| Activity |
Reproduce all of the records exactly.

| Dataset entries |
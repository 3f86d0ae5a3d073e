"""Calendar-aware day numbers for windows and grid time steps (CF calendars).

Every date is turned into a float "day number": days since 1970-01-01 00:00 counted
in the grid's own calendar, so window arithmetic is plain subtraction whatever the
calendar (``standard``, ``noleap``/``365_day``, ``all_leap``/``366_day``,
``360_day``, ``julian``).

A date that the calendar lacks (the 31st of any month in ``360_day``; 29 February
in ``noleap``) moves to the last day of that month in the calendar (``missing="back"``,
for the end of a period) or to the first day of the next month (``missing="forward"``,
for its start), so a period never gains a day the reported dates left out; callers
flag it.
"""

from __future__ import annotations

from typing import Literal

import numpy as np

from envlink.core.calendars import canonical_calendar

__all__ = ["month_lengths", "ymd_to_daynum", "daynum_to_ymd", "times_to_daynum"]

_NOLEAP = np.array([31, 28, 31, 30, 31, 30, 31, 31, 30, 31, 30, 31])
_ALLLEAP = np.array([31, 29, 31, 30, 31, 30, 31, 31, 30, 31, 30, 31])


def month_lengths(year: np.ndarray, month: np.ndarray, calendar: str) -> np.ndarray:
    """Number of days of each (year, month) in the calendar.

    Examples
    --------
    >>> month_lengths(np.array([2000, 2001]), np.array([2, 2]), "standard").tolist()
    [29, 28]
    >>> month_lengths(np.array([2000]), np.array([1]), "360_day").tolist()
    [30]
    """
    cal = canonical_calendar(calendar)
    y = np.asarray(year, dtype=np.int64)
    m = np.asarray(month, dtype=np.int64)
    if cal == "360_day":
        return np.full(np.broadcast(y, m).shape, 30, dtype=np.int64)
    if cal == "noleap":
        return _NOLEAP[m - 1]
    if cal == "all_leap":
        return _ALLLEAP[m - 1]
    if cal == "julian":
        leap = y % 4 == 0
    else:
        leap = ((y % 4 == 0) & (y % 100 != 0)) | (y % 400 == 0)
    return np.where(leap & (m == 2), 29, _NOLEAP[m - 1])


def ymd_to_daynum(
    year: np.ndarray, month: np.ndarray, day: np.ndarray, calendar: str,
    missing: Literal["back", "forward"] = "back",
) -> tuple[np.ndarray, np.ndarray]:
    """Day numbers (days since 1970-01-01 in the calendar) and a "clipped" mask.

    A day the calendar lacks becomes the month's last day (``missing="back"``) or the
    next month's first day (``missing="forward"``); the mask marks it.

    Examples
    --------
    >>> d, clipped = ymd_to_daynum(np.array([1970]), np.array([1]), np.array([31]), "360_day")
    >>> d.tolist(), clipped.tolist()
    ([29.0], [True])
    >>> ymd_to_daynum(np.array([1970]), np.array([1]), np.array([31]), "360_day", "forward")[0].tolist()
    [30.0]
    """
    cal = canonical_calendar(calendar)
    y = np.asarray(year, dtype=np.int64)
    m = np.asarray(month, dtype=np.int64)
    d = np.asarray(day, dtype=np.int64)
    ml = month_lengths(y, m, cal)
    clipped = d > ml
    d = np.minimum(d, ml)
    if cal == "360_day":
        out = 360 * (y - 1970) + 30 * (m - 1) + d - 1
    elif cal in ("noleap", "all_leap"):
        per = 365 if cal == "noleap" else 366
        cum = np.concatenate([[0], np.cumsum(_NOLEAP if cal == "noleap" else _ALLLEAP)])
        out = per * (y - 1970) + cum[m - 1] + d - 1
    elif cal == "julian":
        import cftime

        dates = [cftime.datetime(int(a), int(b), int(c), calendar="julian") for a, b, c in zip(y.ravel(), m.ravel(), d.ravel(), strict=True)]
        out = np.asarray(cftime.date2num(dates, "days since 1970-01-01", calendar="julian"), dtype=np.float64).reshape(y.shape)
    else:
        # proleptic Gregorian through numpy (CF "standard" equals it after 1582-10-15)
        months = (y - 1970) * 12 + (m - 1)
        out = months.astype("datetime64[M]").astype("datetime64[D]").astype(np.int64) + d - 1
    if missing == "forward":
        out = out + clipped  # the day after the month's last day
    return np.asarray(out, dtype=np.float64), np.asarray(clipped)


def daynum_to_ymd(daynum: np.ndarray, calendar: str) -> tuple[np.ndarray, np.ndarray, np.ndarray]:
    """Inverse of :func:`ymd_to_daynum` for whole day numbers.

    Examples
    --------
    >>> [a.tolist() for a in daynum_to_ymd(np.array([59.0]), "noleap")]
    [[1970], [3], [1]]
    """
    cal = canonical_calendar(calendar)
    n = np.floor(np.asarray(daynum, dtype=np.float64)).astype(np.int64)
    if cal == "360_day":
        y, r = np.divmod(n, 360)
        return y + 1970, r // 30 + 1, r % 30 + 1
    if cal in ("noleap", "all_leap"):
        per = 365 if cal == "noleap" else 366
        cum = np.concatenate([[0], np.cumsum(_NOLEAP if cal == "noleap" else _ALLLEAP)])
        y, r = np.divmod(n, per)
        m = np.searchsorted(cum, r, side="right")
        return y + 1970, m, r - cum[m - 1] + 1
    if cal == "julian":
        import cftime

        dates = cftime.num2date(n.ravel(), "days since 1970-01-01", calendar="julian")
        ys = np.array([x.year for x in dates]).reshape(n.shape)
        ms = np.array([x.month for x in dates]).reshape(n.shape)
        ds = np.array([x.day for x in dates]).reshape(n.shape)
        return ys, ms, ds
    dt = n.astype("datetime64[D]")
    mo = dt.astype("datetime64[M]")
    months = mo.astype(np.int64)
    return months // 12 + 1970, months % 12 + 1, (dt - mo.astype("datetime64[D]")).astype(np.int64) + 1


def times_to_daynum(values: np.ndarray, calendar: str) -> np.ndarray:
    """Day numbers (float, fractional days kept) of datetime64 or cftime time stamps.

    Examples
    --------
    >>> times_to_daynum(np.array(["1970-01-02T12:00"], dtype="datetime64[ns]"), "standard").tolist()
    [1.5]
    """
    v = np.asarray(values)
    if np.issubdtype(v.dtype, np.datetime64):
        return (v.astype("datetime64[ns]").astype(np.int64) / 86_400e9).astype(np.float64)
    import cftime

    cal = getattr(v.ravel()[0], "calendar", None) or calendar
    return np.asarray(cftime.date2num(v, "days since 1970-01-01", calendar=cal), dtype=np.float64)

| Result of the task |
repository 3f86d0ae5a3d073e
"""Calendar-aware day numbers for windows and grid time steps (CF calendars).

Every date is turned into a float "day number": days since 1970-01-01 00:00 counted
in the grid's own calendar, so window arithmetic is plain subtraction whatever the
calendar (``standard``, ``noleap``/``365_day``, ``all_leap``/``366_day``,
``360_day``, ``julian``).

A date that the calendar lacks (the 31st of any month in ``360_day``; 29 February
in ``noleap``) moves to the last day of that month in the calendar (``missing="back"``,
for the end of a period) or to the first day of the next month (``missing="forward"``,
for its start), so a period never gains a day the reported dates left out; callers
flag it.
"""

from __future__ import annotations

from typing import Literal

import numpy as np

from envlink.core.calendars import canonical_calendar

__all__ = ["month_lengths", "ymd_to_daynum", "daynum_to_ymd", "times_to_daynum"]

_NOLEAP = np.array([31, 28, 31, 30, 31, 30, 31, 31, 30, 31, 30, 31])
_ALLLEAP = np.array([31, 29, 31, 30, 31, 30, 31, 31, 30, 31, 30, 31])


def month_lengths(year: np.ndarray, month: np.ndarray, calendar: str) -> np.ndarray:
    """Number of days of each (year, month) in the calendar.

    Examples
    --------
    >>> month_lengths(np.array([2000, 2001]), np.array([2, 2]), "standard").tolist()
    [29, 28]
    >>> month_lengths(np.array([2000]), np.array([1]), "360_day").tolist()
    [30]
    """
    cal = canonical_calendar(calendar)
    y = np.asarray(year, dtype=np.int64)
    m = np.asarray(month, dtype=np.int64)
    if cal == "360_day":
        return np.full(np.broadcast(y, m).shape, 30, dtype=np.int64)
    if cal == "noleap":
        return _NOLEAP[m - 1]
    if cal == "all_leap":
        return _ALLLEAP[m - 1]
    if cal == "julian":
        leap = y % 4 == 0
    else:
        leap = ((y % 4 == 0) & (y % 100 != 0)) | (y % 400 == 0)
    return np.where(leap & (m == 2), 29, _NOLEAP[m - 1])


def ymd_to_daynum(
    year: np.ndarray, month: np.ndarray, day: np.ndarray, calendar: str,
    missing: Literal["back", "forward"] = "back",
) -> tuple[np.ndarray, np.ndarray]:
    """Day numbers (days since 1970-01-01 in the calendar) and a "clipped" mask.

    A day the calendar lacks becomes the month's last day (``missing="back"``) or the
    next month's first day (``missing="forward"``); the mask marks it.

    Examples
    --------
    >>> d, clipped = ymd_to_daynum(np.array([1970]), np.array([1]), np.array([31]), "360_day")
    >>> d.tolist(), clipped.tolist()
    ([29.0], [True])
    >>> ymd_to_daynum(np.array([1970]), np.array([1]), np.array([31]), "360_day", "forward")[0].tolist()
    [30.0]
    """
    cal = canonical_calendar(calendar)
    y = np.asarray(year, dtype=np.int64)
    m = np.asarray(month, dtype=np.int64)
    d = np.asarray(day, dtype=np.int64)
    ml = month_lengths(y, m, cal)
    clipped = d > ml
    d = np.minimum(d, ml)
    if cal == "360_day":
        out = 360 * (y - 1970) + 30 * (m - 1) + d - 1
    elif cal in ("noleap", "all_leap"):
        per = 365 if cal == "noleap" else 366
        cum = np.concatenate([[0], np.cumsum(_NOLEAP if cal == "noleap" else _ALLLEAP)])
        out = per * (y - 1970) + cum[m - 1] + d - 1
    elif cal == "julian":
        import cftime

        dates = [cftime.datetime(int(a), int(b), int(c), calendar="julian") for a, b, c in zip(y.ravel(), m.ravel(), d.ravel(), strict=True)]
        out = np.asarray(cftime.date2num(dates, "days since 1970-01-01", calendar="julian"), dtype=np.float64).reshape(y.shape)
    else:
        # proleptic Gregorian through numpy (CF "standard" equals it after 1582-10-15)
        months = (y - 1970) * 12 + (m - 1)
        out = months.astype("datetime64[M]").astype("datetime64[D]").astype(np.int64) + d - 1
    if missing == "forward":
        out = out + clipped  # the day after the month's last day
    return np.asarray(out, dtype=np.float64), np.asarray(clipped)


def daynum_to_ymd(daynum: np.ndarray, calendar: str) -> tuple[np.ndarray, np.ndarray, np.ndarray]:
    """Inverse of :func:`ymd_to_daynum` for whole day numbers.

    Examples
    --------
    >>> [a.tolist() for a in daynum_to_ymd(np.array([59.0]), "noleap")]
    [[1970], [3], [1]]
    """
    cal = canonical_calendar(calendar)
    n = np.floor(np.asarray(daynum, dtype=np.float64)).astype(np.int64)
    if cal == "360_day":
        y, r = np.divmod(n, 360)
        return y + 1970, r // 30 + 1, r % 30 + 1
    if cal in ("noleap", "all_leap"):
        per = 365 if cal == "noleap" else 366
        cum = np.concatenate([[0], np.cumsum(_NOLEAP if cal == "noleap" else _ALLLEAP)])
        y, r = np.divmod(n, per)
        m = np.searchsorted(cum, r, side="right")
        return y + 1970, m, r - cum[m - 1] + 1
    if cal == "julian":
        import cftime

        dates = cftime.num2date(n.ravel(), "days since 1970-01-01", calendar="julian")
        ys = np.array([x.year for x in dates]).reshape(n.shape)
        ms = np.array([x.month for x in dates]).reshape(n.shape)
        ds = np.array([x.day for x in dates]).reshape(n.shape)
        return ys, ms, ds
    dt = n.astype("datetime64[D]")
    mo = dt.astype("datetime64[M]")
    months = mo.astype(np.int64)
    return months // 12 + 1970, months % 12 + 1, (dt - mo.astype("datetime64[D]")).astype(np.int64) + 1


def times_to_daynum(values: np.ndarray, calendar: str) -> np.ndarray:
    """Day numbers (float, fractional days kept) of datetime64 or cftime time stamps.

    Examples
    --------
    >>> times_to_daynum(np.array(["1970-01-02T12:00"], dtype="datetime64[ns]"), "standard").tolist()
    [1.5]
    """
    v = np.asarray(values)
    if np.issubdtype(v.dtype, np.datetime64):
        return (v.astype("datetime64[ns]").astype(np.int64) / 86_400e9).astype(np.float64)
    import cftime

    cal = getattr(v.ravel()[0], "calendar", None) or calendar
    return np.asarray(cftime.date2num(v, "days since 1970-01-01", calendar=cal), dtype=np.float64)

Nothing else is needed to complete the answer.